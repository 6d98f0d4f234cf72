package org.annulet.solver.assembly;

import static org.assertj.core.api.Assertions.assertThat;
import static org.assertj.core.api.Assertions.assertThatThrownBy;
import static org.assertj.core.api.Assertions.within;

import java.util.Map;
import org.annulet.mesher.mesh.Mesh;
import org.annulet.mesher.mesh.RingCells;
import org.annulet.solver.boundary.Impedance;
import org.annulet.solver.flame.Flame;
import org.annulet.solver.flame.Patch;
import org.annulet.solver.flame.Place;
import org.annulet.solver.flame.Reference;
import org.annulet.solver.flame.Side;
import org.annulet.solver.operator.AcousticOperator;
import org.apache.commons.math3.complex.Complex;
import org.junit.jupiter.api.Test;
import org.junit.jupiter.params.ParameterizedTest;
import org.junit.jupiter.params.provider.CsvSource;
import org.junit.jupiter.params.provider.ValueSource;

/** Whole rings, staging, faces, and Bloch cells against the whole ring. */
class RingTest {

  /** Rows E: a thin ring with pressure flames on lines x, twelve of them. */
  private static AcousticOperator pointFlames(int perCell, double[] strength) {
    double radius = 0.5;
    double height = 0.01;
    double length = 0.05;
    int rows = 12 * perCell;
    Mesh plain = Strips.closed(new double[] {0, length}, new int[] {1}, 2 * Math.PI * radius, rows);
    Mesh.Builder b = Mesh.periodicBuilder(2 * Math.PI * radius);
    for (int v = 0; v < plain.nodeCount(); v++) {
      b.node(plain.x(v), plain.y(v));
    }
    for (int t = 0; t < plain.triangleCount(); t++) {
      b.triangle(plain.corner(t, 0), plain.corner(t, 1), plain.corner(t, 2), "0");
    }
    for (int e = 0; e < plain.segmentCount(); e++) {
      b.segment(
          plain.segmentStart(e), plain.segmentEnd(e), plain.edgeNames().get(plain.segmentEdge(e)));
    }
    for (int j = 0; j < 12; j++) {
      b.segment(j * perCell, rows + j * perCell, "flames");
    }
    Mesh mesh = b.build();
    double c = 800;
    double rc = Gases.GAMMA * Gases.PRESSURE / c;
    double area = height * length;
    // S (u₊ − u₋) = (γ−1)/(γp̄) Q̂ = G p, g = ρcG/S: Q̄ = 12 γ p̄² S/((γ−1) ρc) with gain g
    double heat =
        12 * Gases.GAMMA * Gases.PRESSURE * Gases.PRESSURE * area / ((Gases.GAMMA - 1) * rc);
    Flame flame =
        new Flame(
            "points",
            new Place.Sheet("flames"),
            new Reference.EdgePressure("flames"),
            new org.annulet.solver.flame.Firing(
                heat, new org.annulet.solver.flame.NTau(0.05, 3.5e-3)));
    for (int j = 0; j < 12; j++) {
      flame =
          flame.staged(
              j + 1,
              new org.annulet.solver.flame.Firing(
                  heat, new org.annulet.solver.flame.NTau(0.05 * strength[j], 3.5e-3)));
    }
    return new ProblemBuilder(
            mesh,
            new Ring(12, radius, Map.of("0", new Ring.Annulus(radius, height))),
            Gases.of(mesh, c))
        .flame(flame)
        .build()
        .operator();
  }

  /** Rows E3.1 and E4a.1, E4d.3: uniform and staged pressure flames. */
  @ParameterizedTest
  @CsvSource({
    "uniform, 259.96605, 54.3301",
    "cos2, 260.81406, 66.0992",
    "cos2, 258.97932, 41.7815",
    "alternating, 782.64355, -7.9385",
    "alternating, 769.93978, -13.6184"
  })
  void pressureFlamesOnARing_rootsWithStaging(String pattern, double f, double growth) {
    double[] strength = new double[12];
    for (int j = 0; j < 12; j++) {
      strength[j] =
          switch (pattern) {
            case "cos2" -> 1 + 0.5 * Math.cos(2 * 2 * Math.PI * j / 12);
            case "alternating" -> j % 2 == 0 ? 1.5 : 0.5;
            default -> 1;
          };
    }
    double[] error = new double[2];
    for (int k = 0; k < 2; k++) {
      NearRoot root = NearRoot.of(pointFlames(5 << k, strength), f, growth);
      error[k] = new Complex(root.growth() - growth, 2 * Math.PI * (root.frequency() - f)).abs();
    }
    assertThat(error[1]).isLessThan(0.01 * 2 * Math.PI * f);
    assertThat(error[0] / error[1]).isBetween(3.4, 4.6);
  }

  private static ProblemBuilder chamber(Mesh mesh, int count, String kind) {
    Place place =
        kind.equals("sheet")
            ? new Place.Sheet("burners.outlet")
            : new Place.Spread(new Patch("2", 0.3, 0.37, 0.04));
    Reference reference =
        kind.equals("sheet")
            ? new Reference.EdgeFlux("burners.outlet", new Side.InZone("1"), 50)
            : new Reference.PatchVelocity(Patch.between("1", 0.21, 0.28), 1, 0, 50);
    return new ProblemBuilder(mesh, SmallRings.geometry(count), SmallRings.gas(mesh))
        .wall("outlet", new Impedance(new Complex(15)))
        .face("2", Face.OUTER, new Impedance(new Complex(60)))
        .flame(new Flame("main", place, reference, Gases.firing(1.2, 1.5e-3, 0.02 * 50)));
  }

  /** The same eigenvalues to rounding, for each Bloch number, even and odd N. */
  @ParameterizedTest
  @CsvSource({
    "4, 0, sheet",
    "4, 1, sheet",
    "4, 2, sheet",
    "4, 1, patch",
    "5, 0, patch",
    "5, 1, sheet",
    "5, 2, patch"
  })
  void blochCell_hasTheEigenvaluesOfTheRing(int count, int q, String kind) {
    RingCells cells = SmallRings.of(count);
    AcousticOperator whole = chamber(cells.whole(), count, kind).build().operator();
    AssembledProblem cell = chamber(cells.half(), count, kind).bloch(cells).number(q);
    for (double f : new double[] {260, 400, 600}) {
      NearRoot ofCell = NearRoot.of(cell.operator(), f, 0);
      NodalField field = cell.expand(ofCell.re, ofCell.im);
      double[][] residual = NearRoot.product(whole, ofCell.s, false, field.re(), field.im());
      double[] kp = new double[whole.size()];
      whole.pattern().addProduct(whole.stiffness(), field.re(), 1, kp);
      double[] kpi = new double[whole.size()];
      whole.pattern().addProduct(whole.stiffness(), field.im(), 1, kpi);
      double r = 0;
      double k = 0;
      for (int v = 0; v < kp.length; v++) {
        r += residual[0][v] * residual[0][v] + residual[1][v] * residual[1][v];
        k += kp[v] * kp[v] + kpi[v] * kpi[v];
      }
      assertThat(Math.sqrt(r / k)).as("near %s Hz, root %s", f, ofCell.s).isLessThan(1e-9);
    }
  }

  /** All unknowns of the ring are there, once or twice. */
  @ParameterizedTest
  @ValueSource(ints = {3, 4, 5, 6})
  void blochNumbers_haveAsManyUnknownsAsTheRing(int count) {
    RingCells cells = SmallRings.of(count);
    BlochAssembly bloch = chamber(cells.half(), count, "sheet").bloch(cells);
    int sum = 0;
    for (int q = 0; q <= bloch.largestNumber(); q++) {
      sum += bloch.multiplicity(q) * bloch.number(q).operator().size();
    }
    assertThat(sum).isEqualTo(cells.whole().nodeCount());
  }

  @Test
  void stagedFlame_onAHalfCell_isRefused() {
    RingCells cells = SmallRings.of(4);
    Flame flame =
        new Flame(
                "main",
                new Place.Sheet("burners.outlet"),
                new Reference.EdgeFlux("burners.outlet", new Side.InZone("1"), 50),
                Gases.firing(1, 1e-3, 1))
            .staged(2, Gases.firing(0.5, 1e-3, 1));
    BlochAssembly bloch =
        new ProblemBuilder(cells.half(), SmallRings.geometry(4), SmallRings.gas(cells.half()))
            .flame(flame)
            .bloch(cells);
    assertThatThrownBy(() -> bloch.number(1)).hasMessageContaining("whole ring");
  }

  /**
   * A face lined with 1/y = z damps an annulus without axial variation like dV/dt: for small y,
   * growth = −c y A/(2 V); common practice, first order in y.
   */
  @Test
  void linedFace_dampsByAreaOverVolume() {
    double radius = 0.5;
    Mesh mesh = Strips.closed(new double[] {0, 0.2}, new int[] {2}, 2 * Math.PI * 0.4, 24);
    Ring ring = new Ring(6, 0.4, Map.of("0", new Ring.Annulus(radius, 0.1)));
    double y = 1e-4;
    NearRoot root =
        NearRoot.of(
            new ProblemBuilder(mesh, ring, Gases.of(mesh, 800))
                .face("0", Face.OUTER, new Impedance(new Complex(1 / y)))
                .build()
                .operator(),
            255,
            0);
    double expected = -800 * y * (0.55 / 0.5) / (2 * 0.1);
    assertThat(root.growth()).isCloseTo(expected, within(1e-3 * Math.abs(expected)));
    // R_z, not R₀, sets the frequency: m c/(2πR_z), 24 cells round
    double f = 800 / (2 * Math.PI * radius);
    assertThat(root.frequency()).isBetween(f, 1.01 * f);
  }
}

━━━━━━

> **YOUR OBJECTIVE**
As listed above, the lines from the line with "new Impedance(new Complex(15)))" to the line with "chamber(cells.half(), count, kind).bloch(cells).number(q);" are to be echoed exactly, with both ends included and nothing added.

> **EXERCISE OUTPUT**
        .wall("outlet", new Impedance(new Complex(15)))
        .face("2", Face.OUTER, new Impedance(new Complex(60)))
        .flame(new Flame("main", place, reference, Gases.firing(1.2, 1.5e-3, 0.02 * 50)));
  }

  /** The same eigenvalues to rounding, for each Bloch number, even and odd N. */
  @ParameterizedTest
  @CsvSource({
    "4, 0, sheet",
    "4, 1, sheet",
    "4, 2, sheet",
    "4, 1, patch",
    "5, 0, patch",
    "5, 1, sheet",
    "5, 2, patch"
  })
  void blochCell_hasTheEigenvaluesOfTheRing(int count, int q, String kind) {
    RingCells cells = SmallRings.of(count);
    AcousticOperator whole = chamber(cells.whole(), count, kind).build().operator();
    AssembledProblem cell = chamber(cells.half(), count, kind).bloch(cells).number(q);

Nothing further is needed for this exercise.